LLM providers charge based on tokens, which are chunks of text roughly 3-4 characters long. "Per million tokens" (per 1M tokens) is the standard pricing unit. One million tokens is approximately 750,000 words. If a model costs $2 per 1M input tokens and you send 500,000 tokens in a month, your input cost is $1. Some older documentation quotes prices "per 1K tokens." To convert, multiply by 1,000. A model priced at $0.002 per 1K tokens costs $2 per 1M tokens.
How many tokens is 1,000 words?
In English, 1,000 words is roughly 1,300 to 1,400 tokens. The exact count depends on word length and punctuation. Code typically tokenizes at a higher ratio because of special characters and syntax. A 10-page report (around 5,000 words) is about 6,500-7,000 tokens. You can use OpenAI's tiktoken library or Anthropic's token counter to get exact counts before sending requests.
Why do output tokens cost more than input tokens?
Input tokens can be processed in parallel because the model reads the entire prompt at once. Output tokens must be generated one at a time, sequentially, because each new token depends on the ones before it. This sequential generation uses more GPU compute per token. That's why output costs 4-8x more than input across every major provider. It also means verbose responses are disproportionately expensive. Controlling output length is the single most effective cost optimization.

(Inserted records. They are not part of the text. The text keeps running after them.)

import {
  type FieldChoice,
  type FieldContext,
  MOST_INPUTS,
  TRANSFORMS,
} from '../symbols/field-choice.ts';
import { distanceBeside, type FieldColumns } from './field-columns.ts';
import { fitWeights, NormalEquations } from './field-least-squares.ts';
import { columnsOfInputs, linearRows, rowsOfInputs } from './field-linear.ts';
import { contextKindOf, weightClassesOf } from './field-plan.ts';
import { FieldPricer, trainingRecords } from './field-pricer.ts';
import { FieldSeries, type Residuals } from './field-series.ts';
import { COST_PER_BIT } from './table-cost.ts';

/** A simpler choice stays unless another saves this. */
const LEAST_GAIN = 8 * COST_PER_BIT;

/** `linear` must besides save this part of the cost, since it has more to keep and to compute. */
const LINEAR_SHARE = 128;

/** A first value is coded beside another field where that saves this part of the cost. */
const FIRST_SHARE = 16;

/** `linear` is tried with so many of the contexts that did best without it. */
const LINEAR_CONTEXTS = 3;

/** Weights are fitted, while choosing, to at most so many of the records. */
const LINEAR_RECORDS = 8192;

/**
 * A choice asks one of so many parts on each side of its own: all of them in usual records, fewer
 * where a record has hundreds, so that the time stays near linear.
 */
const nearest = (partCount: number, most: number) =>
  Math.max(1, Math.min(most, Math.floor(1024 / partCount)));

/** What was chosen for a part. */
export interface FieldSelection {
  readonly choice: FieldChoice;
  /** Of every other run of records under tables of the others, in 1/65536 bit. */
  readonly cost: number;
  /** The same of `raw` without context. */
  readonly plainCost: number;
}

/**
 * Transform and context of each part, by cost: tables and weights of every other run of records
 * price the others ({@link trainingRecords}).
 *
 * Parts are decided in the order of the record; a part may ask those around it ({@link nearest}),
 * those before it as they were decided. First that beside which a message's first value is coded;
 * then contexts from none to other fields, and within each the transforms from `raw` to `delta2`;
 * then `linear`, its inputs found one after another by least squares. What comes first is the
 * simpler and stays unless {@link LEAST_GAIN} is saved. The choice is the same everywhere: costs are
 * integers, and least squares are computed in a fixed order.
 *
 * Cost: 4 · records · parts · contexts steps, as many tables to quantise as contexts have, and for
 * `linear` about 2000 multiplications for each record and part.
 */
export function selectFields(columns: FieldColumns): FieldSelection[] {
  const trains = trainingRecords(columns.recordCount);
  const known = Uint32Array.from(trains.keys()).filter((record) => trains[record] === 1);
  const series = new FieldSeries(columns, known);
  const pricer = new FieldPricer(series, trains);
  return columns.values.map((_, part) => new PartSearch(series, pricer, known, part).run());
}

/** Finds the choice for one part. */
class PartSearch {
  readonly #series: FieldSeries;
  readonly #pricer: FieldPricer;
  readonly #known: Uint32Array;
  readonly #part: number;
  #first: { readonly name?: string; readonly tokens: Uint8Array };
  #best: { choice: FieldChoice; cost: number; residuals: Residuals } | undefined;

  constructor(series: FieldSeries, pricer: FieldPricer, known: Uint32Array, part: number) {
    this.#series = series;
    this.#pricer = pricer;
    this.#known = known;
    this.#part = part;
    this.#first = { tokens: series.firstTokens(part, series.facts[part].reference, undefined) };
  }

  run(): FieldSelection {
    const plain = TRANSFORMS.map((transform) => this.#series.plain(this.#part, transform));
    const plainCost = this.#pricer.cost(this.#part, this.#first.tokens, plain[0], { kind: 'none' });
    this.#chooseFirst();
    const tried = this.#contexts().map((context) => {
      const costs = TRANSFORMS.map((transform, i) =>
        this.#try(transform, undefined, context, plain[i], LEAST_GAIN),
      );
      return { context, cost: Math.min(...costs) };
    });
    tried.sort((a, b) => a.cost - b.cost);
    this.#tryLinear(tried.slice(0, LINEAR_CONTEXTS).map(({ context }) => context));
    const { choice, cost, residuals } = this.#best!;
    this.#series.decide(this.#part, residuals);
    return { choice, cost, plainCost };
  }

  /** Keeps what is tried where it saves enough; gives back its cost. */
  #try(
    transform: FieldChoice['transform'],
    inputs: readonly string[] | undefined,
    context: FieldContext,
    residuals: Residuals,
    leastGain: number,
  ): number {
    const cost = this.#pricer.cost(this.#part, this.#first.tokens, residuals, context);
    if (this.#best !== undefined && cost + leastGain > this.#best.cost) return cost;
    const { name } = this.#first;
    const choice: FieldChoice = {
      transform,
      ...(inputs !== undefined && inputs.length > 0 && { inputs }),
      context,
      ...(name !== undefined && { first: name }),
    };
    this.#best = { choice, cost, residuals };
    return cost;
  }

  /**
   * Whether a first value is better coded beside that of an earlier field: judged as if each record
   * were a message's first, since those are few, and then by them alone.
   */
  #chooseFirst(): void {
    const part = this.#part;
    const { columns } = this.#series;
    const { names } = columns.layout;
    const alone = this.#first.tokens;
    let best = this.#pricer.firstCost(part, alone, true);
    const own = this.#pricer.firstCost(part, alone, false);
    for (const beside of this.#around().filter((other) => other < part)) {
      const reference = distanceBeside(columns, part, this.#known, beside);
      const tokens = this.#series.firstTokens(part, reference, beside);
      const cost = this.#pricer.firstCost(part, tokens, true);
      if (cost + LEAST_GAIN + Math.floor(best / FIRST_SHARE) > best) continue;
      if (this.#pricer.firstCost(part, tokens, false) > own) continue;
      best = cost;
      this.#first = { name: names[beside], tokens };
    }
  }

  /** Other parts that may be asked, in the order of the record. */
  #around(most = 32): number[] {
    const { partCount } = this.#series.columns.layout;
    const reach = nearest(partCount, most);
    const parts: number[] = [];
    const to = Math.min(partCount - 1, this.#part + reach);
    for (let part = Math.max(0, this.#part - reach); part <= to; part++)
      if (part !== this.#part) parts.push(part);
    return parts;
  }

  #contexts(): FieldContext[] {
    const { names } = this.#series.columns.layout;
    const around = this.#around();
    const earlier = around.filter((part) => part < this.#part);
    const ask = (kind: 'field' | 'at' | 'was', parts: readonly number[]): FieldContext[] =>
      parts.map((part) => ({ kind, name: names[part] }));
    return [
      { kind: 'none' },
      { kind: 'last' },
      { kind: 'value' },
      ...ask('field', earlier),
      ...ask('at', earlier),
      ...ask('was', around),
    ];
  }

  #tryLinear(contexts: readonly FieldContext[]): void {
    const { columns } = this.#series;
    const { names } = columns.layout;
    const around = this.#around(8);
    const step = Math.max(1, Math.ceil(this.#known.length / LINEAR_RECORDS));
    const fitted = this.#known.filter((_, i) => i % step === 0);
    const rows = linearRows(columns, this.#part, around, fitted);
    const always: FieldContext[] = [{ kind: 'none' }, { kind: 'last' }];
    const others = contexts.filter(({ kind }) => kind !== 'none' && kind !== 'last');
    for (const context of [...always, ...others]) {
      const classes = this.#series.contextClasses(this.#part, context);
      const classCount = weightClassesOf(contextKindOf({ transform: 'linear', context }));
      const equations = new NormalEquations(rows, classes, classCount);
      const places: number[] = [];
      for (;;) {
        const { weights } = equations.solve(columnsOfInputs(places));
        const inputs = places.map((place) => around[place]);
        const wholeWeights = fitWeights(rowsOfInputs(rows, places), classes, classCount, weights);
        const residuals = this.#series.linear(this.#part, inputs, wholeWeights, classes);
        const asked = inputs.map((part) => names[part]);
        const gain = LEAST_GAIN + Math.floor(this.#best!.cost / LINEAR_SHARE);
        this.#try('linear', asked, context, residuals, gain);
        if (places.length === MOST_INPUTS || places.length === around.length) break;
        places.push(nextInput(equations, places, around.length));
      }
    }
  }
}

/** The place of the input that lowers the sum of squares most beside those at `places`. */
function nextInput(equations: NormalEquations, places: readonly number[], count: number): number {
  let best = -1;
  let most = Number.NEGATIVE_INFINITY;
  for (let place = 0; place < count; place++) {
    if (places.includes(place)) continue;
    const { lowered } = equations.solve(columnsOfInputs([...places, place]));
    if (lowered <= most) continue;
    most = lowered;
    best = place;
  }
  return best;
}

Which LLM has the cheapest API?
GPT-4.1 Nano at $0.10/$0.40 per million tokens is the cheapest capable model from a major provider. Mistral Small matches it on input at $0.10 and beats it on output at $0.30. Gemini 2.5 Flash is $0.15/$0.60 but has a free tier for low-volume use. For open-source models, Llama 4 Scout via Groq costs about $0.15/$0.60. With OpenAI's batch API (50% off), GPT-4.1 Nano drops to $0.05/$0.20, making it the cheapest option at scale.

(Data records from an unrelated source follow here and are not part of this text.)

import type { OperationTally } from './counting-tally.ts';
import { LARGEST_TOTAL, STEP } from './field-counts.ts';
import { EARLIER_FIELD, type FieldPlan, LAST_RESIDUAL, NO_CONTEXT } from './field-plan.ts';
import type { FieldPredictor } from './field-predictor.ts';
import { codePart, PIECE_BITS } from './field-records.ts';
import { LINEAR, RAW, TRANSFORM_CODES } from './field-residual.ts';
import type { TokenWriter } from './field-tables.ts';
import { EXTRA_BITS } from './field-token.ts';
import type { IntervalSink } from './interval.ts';

/**
 * Codes records by the model's own steps, and counts what these and the decoder's read and decide: elements of the plan, of the
 * records before and of the tables; the record at hand is the message's own memory. A record is booked on its last byte at the
 * encoder, on its first at the decoder.
 *
 * - Table of a part: its first, whether there is a record before; the kind of context and one test after another for it. The own last
 *   residual: how many records there are, it, whether it is small. Otherwise the part asked: its residual and whether that is small,
 *   or its value, what turns it in order, and three bounds.
 * - Expectation: width and whether there is a record before. Without: what to begin beside, if anything, and the reference. With:
 *   the transform, tested in turn, the two values before and the sign; under `linear` the places of inputs and weights, for each value its
 *   width and sign, the product of each weight but the constant's, and one for its class.
 * - Token: whether it stands for itself, its extra bits, and a test for each piece of them; the decoder also reads its least value.
 * - Static tables: the first slot and two lower ends; the decoder walks from the first token on, a lower end and a test each. Adaptive
 *   ones: the first slot, and the encoder adds up, the decoder walks, count by count; then count and total, and whether the total
 *   is too large: if so every count of the table is read twice.
 * - The record's end: for each part whether it was the first, the value before, the residual; one test more.
 */
export class CountingFields {
  readonly #plan: FieldPlan;
  readonly #predictor: FieldPredictor;
  readonly #tables: TokenWriter;
  readonly #isAdaptive: boolean;
  readonly #encoder: OperationTally;
  readonly #decoder: OperationTally;
  readonly #watch: WatchedTables;
  /** Records since the contexts began, at most 2. */
  #age = 0;

  constructor(
    predictor: FieldPredictor,
    tables: TokenWriter,
    isAdaptive: boolean,
    encoder: OperationTally,
    decoder: OperationTally,
  ) {
    this.#plan = predictor.plan;
    this.#predictor = predictor;
    this.#tables = tables;
    this.#isAdaptive = isAdaptive;
    this.#encoder = encoder;
    this.#decoder = decoder;
    this.#watch = new WatchedTables(tables);
  }

  get recordBytes(): number {
    return this.#plan.layout.bytes;
  }

  /** Begins a message. */
  reset(): void {
    this.#predictor.start();
    this.#tables.reset();
    this.#age = 0;
  }

  /** Codes the record at `bytes[at …]` and closes its bytes. */
  code(bytes: Uint8Array, at: number, sink: IntervalSink): void {
    const { layout, partCount } = this.#plan;
    const predictor = this.#predictor;
    layout.takeApart(bytes, at, predictor.values);
    for (let part = 0; part < partCount; part++) {
      this.#countContext(part);
      codePart(predictor, this.#watch, part, sink);
      this.#countExpectation(part);
      this.#countToken();
    }
    predictor.advance();
    this.#count(0, partCount * (this.#age === 0 ? 1 : 2), partCount + 1);
    if (this.#age < 2) this.#age++;
    this.#decoder.close();
    for (let i = 1; i < layout.bytes; i++) {
      this.#encoder.close();
      this.#decoder.close();
    }
    this.#encoder.close();
  }

  #count(multiplies: number, tableReads: number, branches: number): void {
    const encoder = this.#encoder;
    const decoder = this.#decoder;
    encoder.multiplies += multiplies;
    decoder.multiplies += multiplies;
    encoder.tableReads += tableReads;
    decoder.tableReads += tableReads;
    encoder.branches += branches;
    decoder.branches += branches;
  }

  #countContext(part: number): void {
    const kind = this.#plan.contexts[part];
    this.#count(0, 1, 1);
    if (this.#age === 0) return;
    this.#count(0, 1, 1);
    if (kind === NO_CONTEXT) return;
    this.#count(0, 0, 1);
    if (kind === LAST_RESIDUAL) {
      this.#count(0, 0, 1);
      if (this.#age > 1) this.#count(0, 1, 1);
      return;
    }
    this.#count(0, 1, 1);
    if (kind === EARLIER_FIELD) this.#count(0, 1, 1);
    // Of which record; value, order, bounds. A value of this record is no table's.
    else this.#count(0, (this.#asksThisRecord(part) ? 0 : 1) + 1 + 3, 1 + 3);
  }

  #asksThisRecord(part: number): boolean {
    return this.#plan.choices[part].context.kind === 'at';
  }

  #countExpectation(part: number): void {
    const { firstParts, transforms, inputs, inputStart } = this.#plan;
    this.#count(0, 1, 1);
    if (this.#age === 0) {
      this.#count(0, 2, 1);
      // The number that the other value stands for.
      if (firstParts[part] >= 0) this.#count(0, 2, 1);
      return;
    }
    const transform = transforms[part];
    this.#count(0, 1, 1);
    if (transform !== LINEAR) {
      const tests =
        transform === TRANSFORM_CODES.delta ? 1 : transform === TRANSFORM_CODES.xor ? 2 : 3;
      this.#count(0, 4, tests + (transform === RAW ? 1 : 0));
      return;
    }
    // Three places; the constant's weight; the last two values and the weight of their difference; the loop's end.
    this.#count(2, 3 + 1 + 3 + 3 + 1, 2 + 1);
    for (let i = inputStart[part]; i < inputStart[part + 1]; i++) {
      // The input; its value before; its other value, of this record or before that; two weights.
      this.#count(2, 1 + 3 + (inputs[i] < part ? 2 : 3) + 2, 1 + 1 + 1 + 1);
    }
  }

  #countToken(): void {
    const { slotStart } = this.#plan;
    const { table, token, total } = this.#watch;
    const encoder = this.#encoder;
    const decoder = this.#decoder;
    const pieces = Math.ceil(EXTRA_BITS[token] / PIECE_BITS);
    encoder.branches += 1 + pieces + 1;
    encoder.tableReads += 1;
    decoder.branches += pieces + 1;
    decoder.tableReads += 2;
    if (!this.#isAdaptive) {
      encoder.tableReads += 3;
      decoder.tableReads += 1 + (token + 1) + 2;
      decoder.branches += token + 1;
      return;
    }
    encoder.tableReads += 1 + token + 2;
    encoder.branches += token + 1;
    decoder.tableReads += 2 + (token + 1) + token + 1;
    decoder.branches += token + 1;
    this.#count(0, 3, 1);
    if (total + STEP <= LARGEST_TOTAL) return;
    const slots = slotStart[table + 1] - slotStart[table];
    this.#count(0, 2 + 2 * slots, slots + 1);
  }
}

/** Remembers the total of an interval on its way. */
class WatchedTotal implements IntervalSink {
  total = 0;
  sink: IntervalSink = { put() {} };

  put(low: number, frequency: number, total: number): void {
    this.total = total;
    this.sink.put(low, frequency, total);
  }
}

/** Remembers what is asked of tables on its way. */
class WatchedTables implements TokenWriter {
  table = 0;
  token = 0;
  readonly #tables: TokenWriter;
  readonly #way = new WatchedTotal();

  constructor(tables: TokenWriter) {
    this.#tables = tables;
  }

  /** Of the table before it was counted in. */
  get total(): number {
    return this.#way.total;
  }

  reset(): void {
    this.#tables.reset();
  }

  put(table: number, token: number, sink: IntervalSink): void {
    this.table = table;
    this.token = token;
    this.#way.sink = sink;
    this.#tables.put(table, token, this.#way);
  }
}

How do I switch providers to save money?
Most LLM APIs follow the same request/response format: a messages array with system, user, and assistant roles. Switching providers usually means changing the API endpoint, API key, and model name. Libraries like LiteLLM and OpenRouter provide a unified interface across providers, letting you switch with a single config change. The hard part isn't the code. It's testing. Different models behave differently on the same prompt. Always run your evaluation suite against the new model before switching production traffic.
Are there free LLM APIs?
Google offers a free tier for Gemini 2.5 Flash with rate limits (around 15 RPM and 1M TPM for free users). OpenAI has a free tier with very limited rate limits (3 RPM for reasoning models). Groq offers free access to open-source models like Llama 4 with rate limits. These free tiers are enough for prototyping and development but won't support production traffic. For serious volume, expect to pay. But the cheapest models ($0.10/1M tokens) make the cost minimal for most use cases.